Ancient (pre BCE),  ER,  Scotland,  Western Europe

Clava Cairns

Photograph courtesy of http://www.truehighlands.com
Photograph courtesy of http://www.truehighlands.com

The main attraction in the area around Inverness is the site of the Battle of Culloden.  However, there is another site nearby that is also an important part of Scotland’s past.  One mile southeast of the battlefield set on a terrace above the River Nairn are the Clava Cairns also called the Balnuaran of Clava.  These are three cairns and a number of free standing stones which date from the late Neolithic period.  Although it is thought by scholars that there may have been at least two additional structures, the three that are left have been designated the Northeast Cairn, Central Cairn and Southwest Cairn.  These site is thought to be a part of a system of cairns in the Inverness-Nairn Valley, which correspond to a pattern corresponding to planetary movement.
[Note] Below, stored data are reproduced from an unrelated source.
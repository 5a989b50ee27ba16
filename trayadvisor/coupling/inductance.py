"""Per-metre and finite-length inductance of long parallel conductors and of loops.

Arrays in SI units (metres, henry). Every loop of the cross-section is a *weight vector* over
the conductors, summing to zero (go conductors share +1, return conductors share −1), so the
arbitrary length reference of the logarithmic potential cancels in every figure.

Loops of a layout (the pairing :func:`loop_inductance_matrix` uses):

- ac3 with a neutral: ``L1/N``, ``L2/N``, ``L3/N`` (each phase returning in the neutral);
- ac3 without a neutral: ``L1/L3`` and ``L2/L3`` (L3 carries the return of L1 and L2);
- ac1: ``L/N``; dc: ``+/-``; signal: ``a/b``.

A phase with several parallel conductors enters its loops with its weight shared equally
over them; PE conductors are in no loop. The loop currents of a circuit are then its phase
currents (ac3 without N: I_L1 and I_L2), and any current distribution whose sum is zero per
circuit is a combination of these loops.
"""

from __future__ import annotations

from dataclasses import dataclass

import numpy as np

from trayadvisor.engine.units import K_LINE, MM
from trayadvisor.model import Layout

#: Ratio of the geometric mean radius to the radius of a solid round conductor, e^(−1/4).
GMR_SOLID: float = float(np.exp(-0.25))

#: Phase pairs (go, return) that form each system's loops.
LOOP_PAIRS: dict[str, tuple[tuple[str, str], ...]] = {
    "ac3+N": (("L1", "N"), ("L2", "N"), ("L3", "N")),
    "ac3": (("L1", "L3"), ("L2", "L3")),
    "ac1": (("L", "N"),),
    "dc": (("+", "-"),),
    "signal": (("a", "b"),),
}


def mutual_inductance_per_m(go_1: np.ndarray, ret_1: np.ndarray, go_2: np.ndarray,
                            ret_2: np.ndarray) -> np.ndarray:
    """Mutual inductance per metre of two loops, each a pair of infinite parallel lines.

    Parameters
    ----------
    go_1, ret_1 : (..., 2) float
        Go and return line of loop 1 in the cross-section, m.
    go_2, ret_2 : (..., 2) float
        Go and return line of loop 2, m. All four broadcast against each other.

    Returns
    -------
    (...) float
        M' in H/m; positive when loop 1's go line is nearer loop 2's go line.

    Notes
    -----
    With lines 1, 2 (loop 1) and 3, 4 (loop 2) and r_ij their distances,

        M' = (μ0 / 2π) · ln(r14 · r23 / (r13 · r24)).

    References
    ----------
    F. W. Grover, *Inductance Calculations*, 1946, chapter on parallel filaments (mutual
    inductance of two circuits of long parallel wires).
    """
    p1, p2, p3, p4 = (np.asarray(p, dtype=float) for p in (go_1, ret_1, go_2, ret_2))

    def dist(a: np.ndarray, b: np.ndarray) -> np.ndarray:
        return np.hypot(a[..., 0] - b[..., 0], a[..., 1] - b[..., 1])

    return K_LINE * np.log(dist(p1, p4) * dist(p2, p3) / (dist(p1, p3) * dist(p2, p4)))


def grover_mutual_finite(l: np.ndarray | float, d: np.ndarray | float) -> np.ndarray:  # noqa: E741
    """Mutual inductance of two parallel straight filaments of equal length, side by side.

    Parameters
    ----------
    l : float or (...) array
        Filament length, m (> 0).
    d : float or (...) array
        Distance between the filaments, m (> 0). Broadcasts with ``l``.

    Returns
    -------
    (...) float
        M in H (for the whole length, not per metre).

    Notes
    -----
    M = (μ0 / 2π) · l · [asinh(l/d) − sqrt(1 + d²/l²) + d/l], with
    asinh(x) = ln(x + sqrt(1 + x²)). For l ≫ d it tends to (μ0 l / 2π)(ln(2l/d) − 1).

    References
    ----------
    F. W. Grover, *Inductance Calculations*, 1946, "Mutual inductance of two equal parallel
    filaments" (from memory).
    """
    l_ = np.asarray(l, dtype=float)
    d_ = np.asarray(d, dtype=float)
    q = d_ / l_
    return K_LINE * l_ * (np.arcsinh(l_ / d_) - np.sqrt(1.0 + q * q) + q)


def log_distance_matrix(xy_m: np.ndarray, self_m: np.ndarray) -> np.ndarray:
    """ln of every pairwise distance, with ln of the given self distance on the diagonal.

    Parameters
    ----------
    xy_m : (..., n, 2) float
        Conductor centres, m; leading axes are a batch of arrangements.
    self_m : (n,) float
        Self distance of each conductor (its geometric mean radius), m.

    Returns
    -------
    (..., n, n) float
        Λ_ij = ln d_ij (i ≠ j), Λ_ii = ln GMR_i; exactly symmetric.
    """
    xy = np.asarray(xy_m, dtype=float)
    dx = xy[..., :, None, 0] - xy[..., None, :, 0]
    dy = xy[..., :, None, 1] - xy[..., None, :, 1]
    d2 = dx * dx + dy * dy
    i = np.arange(d2.shape[-1])
    d2[..., i, i] = np.asarray(self_m, dtype=float) ** 2
    return 0.5 * np.log(d2)


def gmr_m(layout: Layout) -> tuple[np.ndarray, np.ndarray]:
    """Geometric mean radius of each conductor, m, and whether it came from the area.

    Returns
    -------
    gmr : (n,) float
        r·e^(−1/4) with r = sqrt(area/π) when ``area_mm2`` is given, else the overall
        (insulated) radius — an overestimate of the metal radius.
    from_area : (n,) bool

    Notes
    -----
    A solid round conductor's internal inductance μ0/(8π) per metre is folded into its self
    term as ln(1/(r e^(−1/4))). Stranded conductors differ slightly (not modelled).
    References: Grover, *Inductance Calculations*, 1946, geometric mean distance of a circle.
    """
    cons = layout.conductors
    area = np.array([c.area_mm2 if c.area_mm2 is not None else np.nan for c in cons], float)
    overall = np.array([c.radius_mm for c in cons], dtype=float)
    from_area = np.isfinite(area)
    r_mm = np.where(from_area, np.sqrt(np.where(from_area, area, 0.0) / np.pi), overall)
    return r_mm * MM * GMR_SOLID, from_area


@dataclass(frozen=True)
class Loops:
    """The loops of a layout as weights over its conductors (see module notes)."""

    names: tuple[str, ...]
    circuits: tuple[str, ...]
    weights: np.ndarray  # (L, n) float; each row sums to zero


def layout_loops(layout: Layout) -> Loops:
    """Every power circuit's go/return loops and every signal pair, as conductor weights."""
    cons = layout.conductors
    circ_of = np.array([c.circuit for c in cons], dtype=object)
    phase_of = np.array([c.phase for c in cons], dtype=object)
    names: list[str] = []
    circuits: list[str] = []
    rows: list[np.ndarray] = []
    for circ in layout.circuits:
        mine = circ_of == circ.name
        key = circ.system
        if key == "ac3" and np.any(mine & (phase_of == "N")):
            key = "ac3+N"
        for go, ret in LOOP_PAIRS.get(key, ()):
            g = mine & (phase_of == go)
            r = mine & (phase_of == ret)
            if not g.any() or not r.any():
                continue
            rows.append(g / g.sum() - r / r.sum())
            names.append(f"{circ.name}:{go}/{ret}")
            circuits.append(circ.name)
    w = np.array(rows, dtype=float).reshape(len(rows), len(cons))
    return Loops(tuple(names), tuple(circuits), w)


def loop_inductance_matrix(layout: Layout) -> tuple[tuple[str, ...], np.ndarray]:
    """Self and mutual inductance per metre of every loop of the layout.

    Parameters
    ----------
    layout : Layout

    Returns
    -------
    names : tuple of str, length L
        Loop names ``"CIRCUIT:GO/RET"``, e.g. ``"F1:L1/L3"`` (see module notes).
    M : (L, L) float
        H/m; diagonal = loop self inductance (external + internal), off-diagonal = mutual.
        Exactly symmetric.

    Notes
    -----
    M = −(μ0/2π) · W Λ Wᵀ with W the (L, n) loop weights (rows sum to 0) and Λ the log
    distance matrix (ln GMR on the diagonal). For two loops of single lines this is
    (μ0/2π) ln(r14 r23 / (r13 r24)); the self term of a two-wire loop is
    (μ0/π) ln(d / GMR) for equal conductors.

    References
    ----------
    F. W. Grover, *Inductance Calculations*, 1946 (geometric mean distances).
    """
    loops = layout_loops(layout)
    if not loops.names:
        return loops.names, np.zeros((0, 0))
    xy = np.array([[c.x_mm, c.y_mm] for c in layout.conductors], dtype=float) * MM
    gmr, _ = gmr_m(layout)
    lam = log_distance_matrix(xy, gmr)
    m = -K_LINE * (loops.weights @ lam @ loops.weights.T)
    return loops.names, 0.5 * (m + m.T)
Both the Northeast and the Southwest Cairns are passage graves.  This means there is an inner chamber, which is linked to the outside by a passage.  These are both fifty feet in diameter and are currently about three feet high, but at the time of construction were thought to be up to ten feet high.  Like at New Grange (For more on New Grange, please see this post:  http://www.historynaked.com/new-grange/ )  the passages into the tombs align with the midwinter sun.  On the winter solstice, sunlight streams into the passageways illuminating the grave chambers within which would have been in darkness every other day of the year.  Both of these graves are surrounded by kerbstones.  On the Northeastern passage grave, one kerbstone is has several “cup marks”.  These are circular indentations purposely chiseled into the stone, however, it is not known what these were made for.  The Central Cairn is a ring cairn, which means there is no passage linking the inside room to the outside.  All of the cairns are surrounded by a ring of standing stones.  It has been suggested that the fictional Craigh na Dun from Diana Gabaldon’s Outlander series was inspired by this site.  There is a second smaller site nearby called Milton of Clava.  It is a single standing stone.  There is also a ruins of a medieval chapel built much later.  

Photograph courtesy of http://www.truehighlands.com

Excavations at the site have shown the sites had been used from their creation around 2500 BCE and was in continual use for over 1000 years. Then the site was intermittently used until about 770 CE.  Remains of another ring cairn can be found near the original site and the medieval chapel ruins at Milton of Clava.  Unfortunately, we do not know much about the builders or those who were buried here.  Excavations beginning in 1828 did damage to the site and eradicated evidence.  However, evidence was found in the 1950s that some bodies were cremated here.  Studies of the in the 1990’s by Professor R. Bradley, theorize that the site was originally constructed “during a single phase”.  However, he was still puzzled by the ring and cup carvings on the kerbstones.  It is not known what part these played in the rituals conducted here or if they were made by earlier civilizations.  Despite the finds of cremated bones, no complete sets of remains have ever been found.